#### WHAT YOU SHOULD DO
Of all the lines below, output only those starting at the one with "requirements(before, sa, after, sb, push);" and ending at the one with "accepted, by section", both ends included, exactly as written.
-- THE RECORDS follows --
export function describeRulesetChanges(
  before: RulesetDocument,
  after: RulesetDocument,
  options: DescribeOptions = {},
): RulesetChange[] {
  const display = options.unitSystem ?? after.unitSystem;
  const sa: Side = { system: before.unitSystem, display };
  const sb: Side = { system: after.unitSystem, display };
  const out: RulesetChange[] = [];
  const push = (area: ChangeArea, kind: ChangeKind, text: string, extra: Extra = {}) => {
    const item: RulesetChange = { area, kind, text };
    for (const [k, v] of Object.entries(extra))
      if (v !== undefined) (item as unknown as Record<string, unknown>)[k] = v;
    out.push(item);
  };
  identity(before, after, push);
  policy(before, sa, after, sb, push);
  classes(before.classes, sa, after.classes, sb, push);
  requirements(before, sa, after, sb, push);
  return out;
}

type Push = (area: ChangeArea, kind: ChangeKind, text: string, extra?: Extra) => void;

const MEASURE_TEXT: Readonly<Record<StrengthMeasure, string>> = { section_modulus: 'section modulus', bending_strength: 'bending strength (yield × Z)' };

/**
 * Equivalence by strength in the compare view: whether it is accepted, by which measure, the
 * listed sizes' yield and the least wall. An omitted option reads as "not accepted, by section
 * modulus", so adding it switched off changes nothing a check decides and says nothing.
 */
function strengthEquivalents(a: RulesetDocument, sa: Side, b: RulesetDocument, sb: Side, push: Push): void {
  const x = a.strengthEquivalents ?? { accept: false, measure: 'section_modulus' as const };
  const y = b.strengthEquivalents ?? { accept: false, measure: 'section_modulus' as const };
  const state = (s: typeof x) => (s.accept ? `accepted by ${MEASURE_TEXT[s.measure]}` : 'not accepted');
  if (x.accept !== y.accept)
    push('policy', 'changed', y.accept ? `Equivalents by strength now accepted, by ${MEASURE_TEXT[y.measure]}` : 'Equivalents by strength no longer accepted (advice only)', { before: state(x), after: state(y) });
  else if (x.measure !== y.measure)
    push('policy', 'changed', `Equivalence by strength judged by ${MEASURE_TEXT[x.measure]} → ${MEASURE_TEXT[y.measure]}${y.accept ? '' : ' (advice only)'}`, { before: MEASURE_TEXT[x.measure], after: MEASURE_TEXT[y.measure] });
  const values = [
    ['listedYield', 'stress', 'Yield the listed sizes are taken at, for equivalence by strength'],
    ['minWall', 'length', 'Least wall of an equivalent by strength'],
  ] as const;
  for (const [key, dim, word] of values) {
    const u = x[key];
    const v = y[key];
    if (!u && v) push('policy', 'added', `${word}: ${quantity(v.value, dim, sb, v.unit)} added`, { after: quantity(v.value, dim, sb, v.unit) });
    else if (u && !v) push('policy', 'removed', `${word}: ${quantity(u.value, dim, sa, u.unit)} removed`, { before: quantity(u.value, dim, sa, u.unit) });
    else if (u && v && !sameNumber(canonical(u.value, dim, sa, u.unit), canonical(v.value, dim, sb, v.unit)))
      push('policy', 'changed', `${word}: ${quantity(u.value, dim, sa, u.unit)} → ${quantity(v.value, dim, sb, v.unit)}`, { before: quantity(u.value, dim, sa, u.unit), after: quantity(v.value, dim, sb, v.unit) });
  }
}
-- THE RECORDS concluded --
#### FINISHED TASK
  requirements(before, sa, after, sb, push);
  return out;
}

type Push = (area: ChangeArea, kind: ChangeKind, text: string, extra?: Extra) => void;

const MEASURE_TEXT: Readonly<Record<StrengthMeasure, string>> = { section_modulus: 'section modulus', bending_strength: 'bending strength (yield × Z)' };

/**
 * Equivalence by strength in the compare view: whether it is accepted, by which measure, the
 * listed sizes' yield and the least wall. An omitted option reads as "not accepted, by section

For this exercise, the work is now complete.